# A dog whisperer



## JanHank (Mar 29, 2015)

A little clip from 1992, not one of our dogs.


----------



## greygit (Apr 15, 2007)

JanHank said:


> A little clip from 1992, not one of our dogs.


Beautiful dog.


----------



## patp (Apr 30, 2007)

How lovely  No pushing or pulling (well not much) and the joy on the little girl's face. I can remember training our old spaniel when I was about her age. It was a wonderful feeling to gain the trust and cooperation of an animal in a world where you have no control over anything.


----------



## JanHank (Mar 29, 2015)

The way she looks at Bonny´s tail end, her hand in the air and combination between the joy on her face when the dog sits and Bonny´s _"I´m really fed up with this"_ look, I love this little clip.


----------



## Mrplodd (Mar 4, 2008)

My son in law is a game keeper and has trained many dogs over the years. In August we were in a holiday let in France. The owners had a rather recalcitrant spaniel. If it saw its lead being taken down it would start barking, running around like a lunatic and, once the lead was on imitating a dog sled team by single handedly trying to pull the lead holder of their feet. Duncan offered to see what he could do with it.

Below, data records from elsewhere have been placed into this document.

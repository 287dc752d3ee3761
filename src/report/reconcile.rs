//! The report of `copyloop reconcile`.

use super::svg::{Chart, Point, Series, Style};
use super::table::Table;
use super::{jnum, num};
use crate::network::Network;
use crate::reconcile::{Estimate, ObservationReport, Reconciliation};
use serde_json::{json, Map, Value};

fn interval(e: &Estimate, scale: f64) -> Value {
    json!([jnum(e.ci95[0] * scale), jnum(e.ci95[1] * scale)])
}

fn molar(net: &Network, x: f64) -> Value {
    net.volume_l.map_or(Value::Null, |_| jnum(x / net.omega))
}

fn sensitivity_map(o: &ObservationReport) -> Value {
    let mut m = Map::new();
    for (p, s) in &o.sensitivities {
        m.insert(p.clone(), jnum(*s));
    }
    Value::Object(m)
}

fn observation_json(net: &Network, o: &ObservationReport) -> Value {
    json!({
        "name": o.observation.name,
        "observed": jnum(o.observation.value),
        "sd": jnum(o.observation.sd),
        "deterministic": jnum(o.deterministic),
        "ensemble_mean": jnum(o.ensemble.mean),
        "ci95": interval(&o.ensemble, 1.0),
        "z": jnum(o.z),
        "verdict": o.verdict.as_str(),
        "observed_molar": molar(net, o.observation.value),
        "sd_molar": molar(net, o.observation.sd),
        "deterministic_molar": molar(net, o.deterministic),
        "ensemble_mean_molar": molar(net, o.ensemble.mean),
        "ci95_molar": net.volume_l.map_or(Value::Null, |_| interval(&o.ensemble, 1.0 / net.omega)),
        "sensitivities": sensitivity_map(o),
    })
}

/// The JSON document of CONTRACT §3 for `reconcile`.
pub fn json(net: &Network, r: &Reconciliation) -> Value {
    let motifs: Vec<Value> = r
        .motifs
        .iter()
        .map(|m| {
            json!({
                "carrier": m.carrier,
                "ligand": m.ligand,
                "kind": m.kind.as_str(),
                "output": m.output,
                "k_half": jnum(m.k_half),
                "k_half_molar": molar(net, m.k_half),
                "carrier_total": jnum(m.carrier_total),
                "capacity_per_s": jnum(m.capacity_per_s),
                "capacity_molar_per_s": molar(net, m.capacity_per_s),
                "ligand_level": jnum(m.ligand_level),
                "ligand_level_molar": molar(net, m.ligand_level),
                "ligand_clamped": m.ligand_clamped,
                "ligand_free": jnum(m.ligand_free),
                "predicted": {
                    "langmuir_per_s": jnum(m.langmuir_per_s),
                    "tqssa_per_s": m.tqssa_per_s.map(jnum),
                    "ode_per_s": jnum(m.ode_per_s),
                },
                "ensemble": {
                    "mean_per_s": jnum(m.ensemble.mean),
                    "stderr_per_s": jnum(m.ensemble.stderr),
                    "ci95": interval(&m.ensemble, 1.0),
                    "replicates": m.ensemble.n,
                },
                "exact": m.exact_per_s.map(|e| json!({
                    "mean_per_s": jnum(e),
                    "langmuir_relative_difference": jnum((e - m.langmuir_per_s) / m.langmuir_per_s),
                    "ensemble_relative_difference": jnum((m.ensemble.mean - e) / e),
                })),
                "relative_difference": jnum(m.relative_difference),
                "verdict": m.verdict.as_str(),
                "verdicts": {
                    "langmuir": m.verdict.as_str(),
                    "tqssa": m.tqssa_verdict.map(|v| v.as_str()),
                    "ode": m.ode_verdict.as_str(),
                },
                "qssa_parameter": jnum(m.qssa_parameter),
                "halves_z": jnum(m.halves_z),
                "causes": m.causes,
            })
        })
        .collect();
    let chains: Vec<Value> = r
        .chains
        .iter()
        .map(|c| {
            json!({
                "stages": c.stages.iter().map(|&s| net.species[net.motifs[s].carrier].name.clone()).collect::<Vec<_>>(),
                "ensemble": {"mean_per_s": jnum(c.ensemble.mean), "stderr_per_s": jnum(c.ensemble.stderr), "ci95": interval(&c.ensemble, 1.0)},
                "ode_per_s": jnum(c.ode_per_s),
                "langmuir_per_s": jnum(c.langmuir_per_s),
                "verdict": c.verdict.as_str(),
            })
        })
        .collect();
    let observations: Vec<Value> = r
        .observations
        .iter()
        .map(|o| observation_json(net, o))
        .collect();
    let sensitivities = r.observations.first().map_or(json!({}), sensitivity_map);
    let fit = r.fit.as_ref().map(|f| {
        json!({
            "param": f.param,
            "original": jnum(f.original),
            "value": f.value.map(jnum),
            "why": f.why,
            "confirmation": f.confirmation.as_ref().map(|o| observation_json(net, o)),
        })
    });
    json!({
        "file": net.file,
        "replicates": r.replicates,
        "seed": r.seed,
        "t_end": r.plan.t_end,
        "burn_in": r.plan.burn_in,
        "burn_in_found": r.plan.burn_in_found,
        "relaxation_time": jnum(r.plan.relaxation_time),
        "started_from": r.plan.started_from,
        "motifs": motifs,
        "chains": chains,
        "observations": observations,
        "sensitivities": sensitivities,
        "fit": fit,
        "events_total": r.events_total,
        "wall_seconds": r.wall_seconds,
        "notes": r.notes,
        "exact_truncation_error": r.exact_truncation_error,
        "exact_states": r.exact_states,
        "exact_note": r.exact_note,
    })
}

fn est(e: &Estimate) -> String {
    format!("{} ± {}", num(e.mean), num(e.half_width()))
}

/// The readable report.
pub fn table(net: &Network, r: &Reconciliation) -> String {
    let mut out = format!(
        "{}: {} replicates, window [{}, {}] s, started from the {}\n\n",
        net.file,
        r.replicates,
        num(r.plan.burn_in),
        num(r.plan.t_end),
        r.plan.started_from
    );
    if !r.motifs.is_empty() {
        out.push_str(
            "carrier motifs: output flux (molecules/s), ensemble mean ± 95 % half-width\n",
        );
        let mut t = Table::new(&[
            "motif",
            "kind",
            "K (molec.)",
            "L_T (molec.)",
            "capacity",
            "Langmuir",
            "tQSSA",
            "ODE",
            "ensemble",
            "exact",
            "verdict",
        ]);
        for m in &r.motifs {
            t.row(vec![
                format!("{}·{} → {}", m.carrier, m.ligand, m.output),
                m.kind.as_str().into(),
                num(m.k_half),
                num(m.ligand_level),
                num(m.capacity_per_s),
                num(m.langmuir_per_s),
                m.tqssa_per_s.map_or("(clamped)".into(), num),
                num(m.ode_per_s),
                est(&m.ensemble),
                m.exact_per_s.map_or("-".into(), num),
                format!(
                    "{} (tQSSA {}, ODE {})",
                    m.verdict.as_str(),
                    m.tqssa_verdict.map_or("-", |v| v.as_str()),
                    m.ode_verdict.as_str()
                ),
            ]);
        }
        out.push_str(&t.render());
        match (&r.exact_note, r.exact_states) {
            (Some(n), _) => out.push_str(&format!("  exact column unavailable: {n}\n")),
            (None, Some(states)) => out.push_str(&format!(
                "  exact: stationary master equation on {states} states (finite state projection, boundary probability {})\n",
                num(r.exact_truncation_error.unwrap_or(0.0))
            )),
            _ => {}
        }
        for m in &r.motifs {
            for c in &m.causes {
                out.push_str(&format!("  {}·{}: {c}\n", m.carrier, m.ligand));
            }
        }
        out.push('\n');
    }
    if !r.chains.is_empty() {
        out.push_str("motifs in series, end to end (last stage's flux, molecules/s)\n");
        let mut t = Table::new(&["stages", "ODE", "Langmuir", "ensemble", "verdict"]);
        for c in &r.chains {
            let names: Vec<String> = c
                .stages
                .iter()
                .map(|&s| net.species[net.motifs[s].carrier].name.clone())
                .collect();
            t.row(vec![
                names.join(" → "),
                num(c.ode_per_s),
                num(c.langmuir_per_s),
                est(&c.ensemble),
                c.verdict.as_str().into(),
            ]);
        }
        out.push_str(&t.render());
        out.push('\n');
    }
    let unit = if net.volume_l.is_some() {
        "M"
    } else {
        "molecules"
    };
    let scale = if net.volume_l.is_some() {
        1.0 / net.omega
    } else {
        1.0
    };
    if !r.observations.is_empty() {
        out.push_str(&format!("observed steady levels ({unit})\n"));
        let mut t = Table::new(&[
            "species",
            "observed",
            "deterministic",
            "ensemble",
            "z",
            "verdict",
        ]);
        for o in &r.observations {
            t.row(vec![
                o.observation.name.clone(),
                format!(
                    "{} ± {}",
                    num(o.observation.value * scale),
                    num(o.observation.sd * scale)
                ),
                num(o.deterministic * scale),
                format!(
                    "{} ± {}",
                    num(o.ensemble.mean * scale),
                    num(o.ensemble.half_width() * scale)
                ),
                num(o.z),
                o.verdict.as_str().into(),
            ]);
        }
        out.push_str(&t.render());
        for o in &r.observations {
            let mut s = o.sensitivities.clone();
            s.sort_by(|a, b| {
                b.1.abs()
                    .partial_cmp(&a.1.abs())
                    .unwrap_or(std::cmp::Ordering::Equal)
            });
            out.push_str(&format!(
                "\n  which constant matters for {}: d ln(level)/d ln(param)\n",
                o.observation.name
            ));
            let mut t = Table::new(&["param", "sensitivity"]);
            for (p, v) in s {
                t.row(vec![p, num(v)]);
            }
            out.push_str(&t.render());
        }
        out.push('\n');
    }
    if let Some(f) = &r.fit {
        match (f.value, &f.why) {
            (Some(v), _) => {
                out.push_str(&format!(
                    "fit: {} = {} (canonical units; the file has {}) makes the deterministic level match\n",
                    f.param,
                    num(v),
                    num(f.original)
                ));
                if let Some(c) = &f.confirmation {
                    out.push_str(&format!(
                        "  ensemble at the fitted value: {} ± {} {unit}, z = {}, {}\n",
                        num(c.ensemble.mean * scale),
                        num(c.ensemble.half_width() * scale),
                        num(c.z),
                        c.verdict.as_str()
                    ));
                }
            }
            (None, Some(why)) => out.push_str(&format!("fit: {why}\n")),
            (None, None) => {}
        }
        out.push('\n');
    }
    for n in &r.notes {
        out.push_str(&format!("note: {n}\n"));
    }
    out
}

/// Predicted against ensemble flux, one position per motif, as an SVG chart.
pub fn svg(net: &Network, r: &Reconciliation) -> String {
    let point = |k: usize, y: f64, iv: Option<(f64, f64)>| Point {
        x: k as f64,
        y,
        interval: iv,
    };
    let mut series = vec![Series {
        name: "ensemble (95 % CI)".into(),
        style: Style::Markers,
        points: r
            .motifs
            .iter()
            .enumerate()
            .map(|(k, m)| {
                point(
                    k,
                    m.ensemble.mean,
                    Some((m.ensemble.ci95[0], m.ensemble.ci95[1])),
                )
            })
            .collect(),
    }];
    let mut add = |name: &str, f: &dyn Fn(&crate::reconcile::MotifReport) -> Option<f64>| {
        series.push(Series {
            name: name.into(),
            style: Style::Markers,
            points: r
                .motifs
                .iter()
                .enumerate()
                .filter_map(|(k, m)| f(m).map(|y| point(k, y, None)))
                .collect(),
        })
    };
    add("Langmuir", &|m| Some(m.langmuir_per_s));
    add("total QSSA", &|m| m.tqssa_per_s);
    add("ODE steady state", &|m| Some(m.ode_per_s));
    Chart {
        title: format!("{}: motif fluxes", net.file),
        x_label: "carrier motif".into(),
        y_label: "flux (molecules/s)".into(),
        x_log: false,
        y_log: false,
        series,
        x_categories: r
            .motifs
            .iter()
            .map(|m| format!("{}·{}", m.carrier, m.ligand))
            .collect(),
    }
    .render()
}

If I hadnt seen it with my own eyes I would simply not have believed it possible . Within _less than 5 minutes_ this dog went from almost pulling him over and barking incessantly to walking to heel, with no lead, and not barking. All done without raising his voice, jerking on the lead or anything remotely aggressive. The owners just stood open mouthed in disbelief (as did I) I just wish I had thought to video it. Simply staggering to watch. I am sure he could make himself a fortune by selling his services, but he isnt interested.

Andy


----------



## Drew (May 30, 2005)

Mrplodd said:


> Within _less than 5 minutes_ this dog went from almost pulling him over and barking incessantly to walking to heel, with no lead, and not barking. All done without raising his voice, jerking on the lead or anything remotely aggressive. The owners just stood open mouthed in disbelief (as did I) Andy


Maybe the dog could only understand English?


----------



## JanHank (Mar 29, 2015)

What a shame you didn't video it Andy, but that's how it goes with things like that, after the event you think of a video or camera and the opportunity never happens again. What did the dog do when it was handed back to its owner?


----------



## Mrplodd (Mar 4, 2008)

JanHank said:


> What a shame you didn't video it Andy, but that's how it goes with things like that, after the event you think of a video or camera and the opportunity never happens again. What did the dog do when it was handed back to its owner?


I didn't video it because I didn't think for a moment he would be able to achieve so much in such a short space of time, especially as the dog seemed to be totally uncontrollable.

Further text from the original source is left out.